Fortunately, errors are very rare. Lee Spetner in his book Not by Chance says that because of molecular proofreading, the error rate is one in a hundred billion. That's "like one error in fifty million pages of typescript," he says. "Fifty million pages are the lifetime output of about a hundred professional typists" (p. 39).

Yet the machinery is much more rapid than the best typist. It rocks! -- not like the slow, lumbering mechanism of the oil pumpjack, but at blinding speed. Jonathan M. wrote here at Evolution News that DNA replication works at 749 bases per second with an error rate of 10-7 to 10-8. Yet the cell performs this feat in just hours, trillions of times in your body. Nor does it work alone. All the other machines in the DNA replication factory keep up with it, bringing in nucleotides, proofreading them, and fastening the new helices together.
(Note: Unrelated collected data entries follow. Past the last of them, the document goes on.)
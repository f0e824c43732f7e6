/** Library trees broken on purpose: each unsafe mutant is refused; the ones that are let through are safe, one by one, for the reason given. */
import { readdirSync, readFileSync } from 'node:fs';

import { describe, expect, it } from 'vitest';

import { misfits } from '@/flows/document/admits';
import { parseProfile, parseTree } from '@/flows/document/parseTree';
import { defaultSettings } from '@/flows/document/settings';
import type { Tree } from '@/flows/document/tree';
import { layOut } from '@/flows/machine/program';
import { graphOf } from '@/flows/proof/graph';
import { oddProfiles } from '@/flows/proof/oddProfiles';
import { prove } from '@/flows/proof/prove';

import { must } from '../support/bench';
import { mutantsOf } from '../support/mutants';

const read = (folder: string) => readdirSync(folder).filter((f) => f.endsWith('.json')).sort().map((f) => JSON.parse(readFileSync(`${folder}/${f}`, 'utf8')) as unknown);
const trees = read('flows/library').map((json) => must(parseTree(json)));
const profiles = read('db/seeds/demo/profiles').map((json) => must(parseProfile(json))).concat(oddProfiles);
const profileFor = (tree: Tree) => profiles.find((p) => misfits(tree, p).length === 0) ?? profiles[0]!;
/** `npm test` takes every fourth mutant of the largest tree and all of the others; `npm run bench:mutants` takes all. */
const SHARE = 4;

/** Mutants that hold, and why each is no danger; a name with its tree before it speaks of that tree alone. */
const SAFE: Record<string, string> = {
  'drop a make-dead: dead-leak': 'the way goes straight to an end, and close-out makes dead by itself',
  'drop prove-returns: returns-after': 'no power follows: the way ends at a found fault, which claims nothing',
  'forget to fit: reservoir-off': 'the lead is lifted for a truer reading, not for safety; the reading is made dead and no power follows',
  'forget to fit: secondaries': 'with the windings still on the lamp limits as it did before; the test says less, and nothing that hands touch is live',
  'forget to fit: primary-lift': 'the lead is lifted to part two readings, both made dead',
  'bench limit away: full-low': 'the rails have passed on the limited bench supply, which is what opens full power into the raw node; the low start is a kindness to the new parts',
  'drop prove-returns: returns-why': 'the returns are proved once more before any power, and until then the killer of the diode stays owed',
  'drop prove-rails: rails-creep': 'the trip is known to be right by then, the supply is limited and the boards are out; the end claims no rail',
  'drop prove-rails: rails-raw': 'what follows feeds the output alone and needs no regulator; the end claims no rail',
  'an exit led past its check: loads-away>unsure': 'boards count as in until a load step says what is on the rails; the light load does, and nothing is powered before it',
  'drop prove-rails: rails-held': 'what follows is a reading of heat at the same limited power; the end claims no rail',
  'forget to fit: part-filter': 'the filter is lifted to part two readings; no power follows in this tree',
  'forget to fit: part-primary': 'the primary is lifted to part two readings; no power follows in this tree',
  'drop a make-dead: dead-filter': 'the way goes straight to an end, and close-out makes dead by itself',
  'drop a make-dead: dead-winding': 'the way goes straight to an end, and close-out makes dead by itself',
  'drop a make-dead: dead-inlet': 'the way goes straight to an end, and close-out makes dead by itself',
  'drop a make-dead: dead-unclear': 'the way goes straight to an end, and close-out makes dead by itself',
  'drop prove-rails: rails-unheated': 'what follows is a reading of heat at the same limited power; the end claims no rail',
  'discharge: drop a make-dead: dead-rebound': 'the way goes straight to an end, and close-out makes dead by itself',
  'discharge: drop a make-dead: dead-fed': 'the way goes straight to an end, and close-out makes dead by itself',
  'reform-lifted: an exit led past its check: boards-out>unsure': 'the can is fed alone, its lead lifted: no volts reach a board, in or out; the end claims no rail',
  'lamp-first: drop prove-rails: rails-lamp': 'what follows is a look at heat on the same lamp; the end claims no rail, and no more power comes',
  'regulator-bench: an exit led past its check: loads-off>unsure': 'boards count as in until a load step says what is on the rails; the light load does, and nothing is powered before it',
  'full-load: drop prove-rails: rails-full': 'each rail is read again at the same load for thirty minutes; the end says what it held and proves no supply',
  'fuse-switch-mode: drop prove-rails: rails-lamp': 'what follows is isolation; the end names a tired fuse, claims no rail, and asks for rails to full load',
  'refit: drop prove-returns: returns': 'every return is proved again with each board in, before that board gets power; until then only dummy loads are on',
  'refit: forget the load: loads-off': 'a dummy load left on takes amps and gives no volts; boards get power only where the load step says boards, with trip, returns and full proving standing',
  'refit: boards in early: loads-off': 'by then trip, full proving and release stand; the boards get no power before their returns are proved with them in',
  'refit: an exit led past its check: loads-off>unsure': 'a load step that is not sure counts as boards in; power after it declares boards and asks all that boards ask',
  'refit: boards in early: fit': 'the step fits boards as it is written: the same tree',
  'refit: an exit led past its check: fit>unsure': 'a load step that is not sure counts as boards in, and the power that follows declares boards',
  'refit: forget the load: reseat': 'the board is read again as it sits; all that boards ask still stands, and the returns are proved again',
  'refit: boards in early: reseat': 'the step fits boards as it is written: the same tree',
  'refit: an exit led past its check: reseat>unsure': 'a load step that is not sure counts as boards in, and the power that follows declares boards',
  'rail-low: forget the load: loads-away': 'the readings that follow are made dead, and the light load says what is on the rails before any power',
  'cold-checks: forget the load: boards-apart': 'no power follows in this tree: the boards are parted for truer readings, and its good end claims no load',
  'cold-checks: drop prove-returns: returns-last': 'no power follows in this tree, and its good end claims no return',
  'drop prove-dead: prove': 'the tree claims nothing by itself; every tree that calls it is refused, which is tested below',
};

/** A tree for supplies without a trip is argued with the one that it was made from. */
const family = (tree: Tree) => tree.id.replace(/-no-trip$/, '');

/** Whether power, or an end that claims something, can still follow the exit of a mutant that was led on. */
function powerFollows(tree: Tree, name: string): boolean {
  const { layout } = layOut({ tree, callees: trees, profile: profileFor(tree), settings: defaultSettings });
  const graph = graphOf(layout);
  const at = name.split(': ')[1] ?? '';
  const [step, exit] = at.split('>');
  const from = [...graph.nodes.values()].filter((n) => n.key === step).flatMap((n) => n.edges.filter((e) => e.exit.id === exit).map((e) => e.to));
  const seen = new Set(from);
  const stack = [...from];
  for (let key = stack.pop(); key !== undefined; key = stack.pop()) {
    const node = graph.nodes.get(key);
    const kind = node?.placed.step.kind;
    if (kind === 'energise' || kind === 'raise') return true;
    for (const edge of node?.edges ?? []) if (!seen.has(edge.to)) { seen.add(edge.to); stack.push(edge.to); }
  }
  return false;
}

describe.each(trees.map((tree) => ({ id: tree.id, tree })))('mutants of $id', ({ tree }) => {
  const all = mutantsOf(tree);
  const taken = all.length > 250 ? all.filter((_, i) => i % SHARE === 0) : all;
  it(`are refused, or safe for a reason (${taken.length} of ${all.length})`, { timeout: 120_000 }, () => {
    const unexplained: string[] = [];
    let refused = 0;
    for (const mutant of taken) {
      if (mutant.tree === null) {
        expect(mutant.say).not.toBe('');
        refused += 1;
        continue;
      }
      if (!prove({ tree: mutant.tree, callees: trees, profile: profileFor(tree), settings: defaultSettings }).holds) refused += 1;
      else if (mutant.name in SAFE || `${family(tree)}: ${mutant.name}` in SAFE) continue;
      else if (mutant.kind !== 'an exit led past its check') unexplained.push(mutant.name);
      // an answer that was led on is no danger where it owes nothing (it passes), or where no power follows it
      else if (powerFollows(mutant.tree, mutant.name) && owes(tree, mutant.name)) unexplained.push(mutant.name);
    }
    expect(unexplained).toEqual([]);
    expect(refused).toBeGreaterThan(taken.length / 3);
  });
});

/** Whether the exit of a mutant is one that owes: unsure or failed, of a check or an act. */
function owes(tree: Tree, name: string): boolean {
  const [step, exit] = (name.split(': ')[1] ?? '').split('>');
  const found = tree.steps.find((s) => s.id === step);
  const taken = found?.exits.find((e) => e.id === exit);
  if (found === undefined || taken === undefined || found.kind === 'raise') return false;
  return taken.verdict === undefined ? taken.on.some((on) => on !== 'answer') : taken.verdict !== 'pass' && taken.verdict !== 'find';
}

describe('a make-dead without its proof', () => {
  it('takes every tree with it that calls it', () => {
    const broken = mutantsOf(trees.find((t) => t.id === 'make-dead')!).find((m) => m.name === 'drop prove-dead: prove');
    const first = trees.find((t) => t.id === 'first-power')!;
    const callees = [broken!.tree!];
    const proof = prove({ tree: first, callees, profile: profileFor(first), settings: defaultSettings });
    expect(proof.rules.filter((r) => !r.holds).map((r) => r.id)).toContain('H1');
  });
});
There are other helicases that have inspired machine analogies:

The torque wrench that repairs DNA

The train engine that exposes a broken section of track

The oscillator that pulls bacteriophage DNA strands apart like a rotary engine

The jackhammer zipper that opens up double-stranded RNA

What's fundamentally important for philosophy of biology is that these really are machines. They may not look like man-made machines, but they fit the definition. They use energy to perform work in a highly detailed and specific manner. These are not your normal chemical reactions, where molecules simply bump into each other and exchange electrons. These machines have precise shapes with moving parts. They operate on other structures. And most importantly, their parts and functions are dictated by coded instructions. It's phenomenal that those instructions code for the creation of machines that come back to work on the coded instructions, making sure they are intact and error-free. How cool is that?

Think about these machines at work in your own body right now. Somewhere in your brain, a cell is dividing. That cell needs to continue operating while its DNA is being replicated at about 750 bases per second. Multiple CMG helicases have to know where to unzip the DNA without interrupting genes that other machines are transcribing. Machines keep track of what parts are done and what parts remain to be done. Other machines check for errors in the copies. Machines supervise the operation, setting checkpoints that don't let cell division proceed until all requirements are met.


This is all happening while the cell is at work. It's mind-boggling. Could humans duplicate every part of a factory while it is in full operation? Could they duplicate every thread in a suit of clothes while it is being worn? Word pictures fail to capture the complexity of such things. They don't just indicate design; they scream design.